( Graphic by The Packer staff )

Go big or go home.

Consolidation on the supply side of fresh produce marketers was a theme for 2018, headlined by the Fresh Del Monte Produce purchase of Salinas, Calif.-based Mann Packing and the 45% stake in Dole Food Co. acquired by Ireland-based Total Produce. 

Here are some of the highlights from 2018 in supply side acquisitions and bankruptcies.

Sept. 10
Indianapolis Fruit, Piazza Produce expand convenience
By Chris Koger

IF&P FOODS LLC — the merged Indianapolis Fruit and Piazza Produce — has acquired made-to-order packaged convenience foods company Cibus Fresh Inc.

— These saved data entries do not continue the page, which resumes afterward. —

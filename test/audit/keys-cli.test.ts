import { beforeEach, describe, expect, it } from 'vitest';
import { createHash, createPrivateKey, createPublicKey, sign, verify } from 'node:crypto';
import { mkdtemp, readFile, stat, writeFile } from 'node:fs/promises';
import { existsSync } from 'node:fs';
import { tmpdir } from 'node:os';
import { join } from 'node:path';
import type { CliIo } from '../../src/cli/io.js';
import { runKeysNew } from '../../src/cli/keys.js';

let dir = '';
function captureIo() {
  const out = { stdout: '', stderr: '' };
  const io: CliIo = {
    stdout: { write: (s: string) => { out.stdout += s; return true; } },
    stderr: { write: (s: string) => { out.stderr += s; return true; } },
    env: {},
    cwd: dir,
  };
  return { io, out };
}

beforeEach(async () => {
  dir = await mkdtemp(join(tmpdir(), 'vibgate-keys-'));
});

describe('vibgate keys new (runKeysNew)', () => {
  it('writes a matching Ed25519 pair, the private key readable by its owner only', async () => {
    const { io, out } = captureIo();
    expect(await runKeysNew(io, { out: 'lab' })).toBe(0);
    const privatePem = await readFile(join(dir, 'lab.key'), 'utf8');
    const publicPem = await readFile(join(dir, 'lab.pub'), 'utf8');
    expect(createPrivateKey(privatePem).asymmetricKeyType).toBe('ed25519');
    expect(createPublicKey(publicPem).asymmetricKeyType).toBe('ed25519');
    const message = Buffer.from('run3.wav');
    expect(verify(null, message, createPublicKey(publicPem), sign(null, message, createPrivateKey(privatePem)))).toBe(true);
    if (process.platform !== 'win32') expect((await stat(join(dir, 'lab.key'))).mode & 0o777).toBe(0o600);
    const fingerprint = createHash('sha256').update(createPublicKey(publicPem).export({ type: 'spki', format: 'der' })).digest('hex');
    expect(out.stdout).toBe(
      'wrote the private key "lab.key" (keep it secret: only the signing machine needs it)\n' +
        `wrote the public key "lab.pub" (sha256 ${fingerprint}): give it to whoever verifies records\n`,
    );
  });

  it('refuses to overwrite an existing key and leaves it as it was', async () => {
    await runKeysNew(captureIo().io, { out: 'lab' });
    const before = await readFile(join(dir, 'lab.key'), 'utf8');
    const { io, out } = captureIo();
    expect(await runKeysNew(io, { out: 'lab' })).toBe(2);
    expect(out.stderr).toBe('vibgate: Cannot write "lab.key": it exists, and keys are never overwritten\n');
    expect(await readFile(join(dir, 'lab.key'), 'utf8')).toBe(before);
  });

  it('writes nothing when only the public key exists', async () => {
    await writeFile(join(dir, 'lab.pub'), 'old public key\n');
    const { io, out } = captureIo();
    expect(await runKeysNew(io, { out: 'lab' })).toBe(2);
    expect(out.stderr).toBe('vibgate: Cannot write "lab.pub": it exists, and keys are never overwritten\n');
    expect(existsSync(join(dir, 'lab.key'))).toBe(false);
    expect(await readFile(join(dir, 'lab.pub'), 'utf8')).toBe('old public key\n');
  });
});
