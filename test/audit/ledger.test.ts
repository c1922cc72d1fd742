import { describe, expect, it, beforeEach } from 'vitest';
import { createHash } from 'node:crypto';
import { mkdtemp, readFile, writeFile } from 'node:fs/promises';
import { tmpdir } from 'node:os';
import { join } from 'node:path';
import { appendLedger, verifyLedger } from '../../src/audit/ledger.js';
import { AuditError } from '../../src/audit/findings.js';

const sha256 = (text: string) => createHash('sha256').update(text, 'utf8').digest('hex');
const short = (hex: string) => `${hex.slice(0, 12)}…`;
const record = (n: number) => `${JSON.stringify({ createdAt: `2026-01-0${n}T00:00:00.000Z`, verdict: n % 2 ? 'pass' : 'fail', rules: { sha256: 'a'.repeat(64) } }, null, 2)}\n`;

let ledger = '';
beforeEach(async () => {
  ledger = join(await mkdtemp(join(tmpdir(), 'vibgate-ledger-')), 'ledger.jsonl');
});

async function ledgerOf(n: number): Promise<string[]> {
  for (let i = 1; i <= n; i++) await appendLedger(ledger, record(i), { now: () => new Date(Date.UTC(2026, 0, i, 12)) });
  return (await readFile(ledger, 'utf8')).split('\n').slice(0, -1);
}

const failures = async (text?: string) => (await verifyLedger(ledger, text)).findings.filter((f) => f.status === 'fail').map((f) => f.message);

describe('appendLedger()', () => {
  it('writes one JSON line per record, chained by the SHA-256 of the line before', async () => {
    const lines = await ledgerOf(3);
    const entries = lines.map((l) => JSON.parse(l));
    expect(entries.map((e) => e.seq)).toEqual([1, 2, 3]);
    expect(entries[0].previousSha256).toBeNull();
    // lines are written canonically, so the hash of a line's bytes (sha256sum) is the link
    expect(entries[1].previousSha256).toBe(sha256(lines[0]));
    expect(entries[2].previousSha256).toBe(sha256(lines[1]));
    expect(entries[1]).toMatchObject({
      recordSha256: sha256(record(2)),
      recordCreatedAt: '2026-01-02T00:00:00.000Z',
      verdict: 'fail',
      rulesSha256: 'a'.repeat(64),
      signedBy: null,
      time: '2026-01-02T12:00:00.000Z',
    });
  });

  it('returns the new line and the head hash', async () => {
    await ledgerOf(1);
    const appended = await appendLedger(ledger, record(2));
    const lines = (await readFile(ledger, 'utf8')).split('\n');
    expect(appended.line).toBe(2);
    expect(appended.headSha256).toBe(sha256(lines[1]));
  });

  it('takes turns when runs append at once: every seq once, the chain whole', async () => {
    await Promise.all([1, 2, 3, 4, 5, 6].map((i) => appendLedger(ledger, record(i))));
    const entries = (await readFile(ledger, 'utf8')).split('\n').slice(0, -1).map((l) => JSON.parse(l));
    expect(entries.map((e) => e.seq)).toEqual([1, 2, 3, 4, 5, 6]);
    expect(await failures()).toEqual([]);
  });

  it('refuses to append after a cut-off last line', async () => {
    await ledgerOf(2);
    const text = await readFile(ledger, 'utf8');
    await writeFile(ledger, text.slice(0, -10));
    await expect(appendLedger(ledger, record(3))).rejects.toThrow(AuditError);
    await expect(appendLedger(ledger, record(3))).rejects.toThrow(`Cannot append to the ledger "${ledger}": its last line is cut off (no newline at the end)`);
  });
});

describe('verifyLedger()', () => {
  it('reports an unbroken chain with its head hash', async () => {
    const lines = await ledgerOf(4);
    const result = await verifyLedger(ledger);
    expect(result.findings).toEqual([
      { check: 'ledger', status: 'ok', subject: null, message: `the ledger's 4 lines chain unbroken (head sha256 ${short(sha256(lines[3]))})` },
    ]);
    expect(result.headSha256).toBe(sha256(lines[3]));
  });

  it('still chains when a line is re-spaced (the hash is over canonical JSON)', async () => {
    const lines = await ledgerOf(3);
    lines[1] = JSON.stringify(JSON.parse(lines[1]), null, 1).replace(/\n/g, ' ');
    await writeFile(ledger, lines.join('\n') + '\n');
    expect(await failures()).toEqual([]);
  });

  it('names the line after a deleted line', async () => {
    const lines = await ledgerOf(5);
    lines.splice(2, 1); // delete line 3
    await writeFile(ledger, lines.join('\n') + '\n');
    expect(await failures()).toEqual(['ledger line 3: previous hash does not match line 2 (seq 4 follows seq 2: 1 line deleted before it?)']);
  });

  it('names an edited line', async () => {
    const lines = await ledgerOf(4);
    lines[1] = lines[1].replace('"verdict":"fail"', '"verdict":"pass"');
    await writeFile(ledger, lines.join('\n') + '\n');
    expect(await failures()).toEqual(['ledger line 3: previous hash does not match line 2 (line 2 edited?)']);
  });

  it('names reordered lines', async () => {
    const lines = await ledgerOf(4);
    [lines[1], lines[2]] = [lines[2], lines[1]];
    await writeFile(ledger, lines.join('\n') + '\n');
    expect(await failures()).toEqual([
      'ledger line 2: previous hash does not match line 1 (it follows line 3: lines reordered?)',
      'ledger line 3: previous hash does not match line 2 (it follows line 1: lines reordered?)',
      'ledger line 4: previous hash does not match line 3 (it follows line 2: lines reordered?)',
    ]);
  });

  it('notices lines deleted from the start', async () => {
    const lines = await ledgerOf(3);
    await writeFile(ledger, lines.slice(1).join('\n') + '\n');
    expect(await failures()).toEqual(['ledger line 1 (seq 2) has a previous hash or a seq other than 1: the lines before it were deleted?']);
  });

  it('names a line that is not an entry, and an empty line', async () => {
    const lines = await ledgerOf(3);
    await writeFile(ledger, [lines[0], '{"seq": 2', '', lines[2]].join('\n') + '\n');
    expect(await failures()).toEqual(['ledger line 2 is not a ledger entry (edited or cut off?)', 'ledger line 3 is empty (edited?)']);
  });

  it('finds a record in the ledger by its bytes', async () => {
    await ledgerOf(3);
    const result = await verifyLedger(ledger, record(2));
    expect(result.recordLine).toBe(2);
    expect(result.findings[1].message).toBe('the record is ledger line 2 (seq 2, entered 2026-01-02T12:00:00.000Z)');
  });

  it('says a record was changed after it was entered, naming its line', async () => {
    await ledgerOf(3);
    const changed = record(2).replace('"fail"', '"pass"');
    expect(await failures(changed)).toEqual([
      `the record is not in the ledger as it is now: line 2 was entered for the record made at 2026-01-02T00:00:00.000Z, ` +
        `with sha256 ${short(sha256(record(2)))}, and the record's sha256 is now ${short(sha256(changed))}: the record was changed after it was entered`,
    ]);
  });

  it('says a record that was never entered is not in the ledger', async () => {
    await ledgerOf(2);
    expect(await failures(record(7))).toEqual([
      `the record is not in the ledger (no line has its sha256 ${short(sha256(record(7)))}): it was never entered, or its line was deleted`,
    ]);
  });

  it('throws AuditError for a ledger that cannot be read', async () => {
    await expect(verifyLedger(ledger)).rejects.toThrow(`Cannot read the ledger "${ledger}": no such file`);
  });
});

describe('verifyLedger() on a copied line', () => {
  it('a copied line breaks the chain at the copy', async () => {
    const lines = await ledgerOf(2);
    // line 2 copied after itself: its link names line 1, whose hash is not line 2's
    await writeFile(ledger, [lines[0], lines[1], lines[1]].join('\n') + '\n');
    expect(await failures()).toEqual(['ledger line 3: previous hash does not match line 2 (it follows line 1: lines reordered?)']);
  });
});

The purchase allows Indianapolis Fruit and Piazza Produce, both of Indianapolis, to expand grab-and-go products to include chef curated sandwiches, wraps, flatbreads, salads, snack packs and parfait cups, according to a news release.
Cibus Fresh, Noblesville, Ind., has an 11,000 square-foot kitchen that’s been inspected by the Food and Drug Administration and the U.S. Department of Agriculture, according to the release.

“By combining Cibus Fresh’s unique approach to fresh convenient foods with our extensive expertise in produce and specialty foods distribution, we’re primed to exceed our customers’ expectations with new offerings, quality and speed of delivery,” Greg Corsaro, president and CEO of IF&P Foods, said in the release.

More than 60 food varieties will be added to the IF&P Foods’ product lines with the acquisition, and more are planned.

Indianapolis Fruit and Piazza Produce merged in 1997 to form IF&P Foods.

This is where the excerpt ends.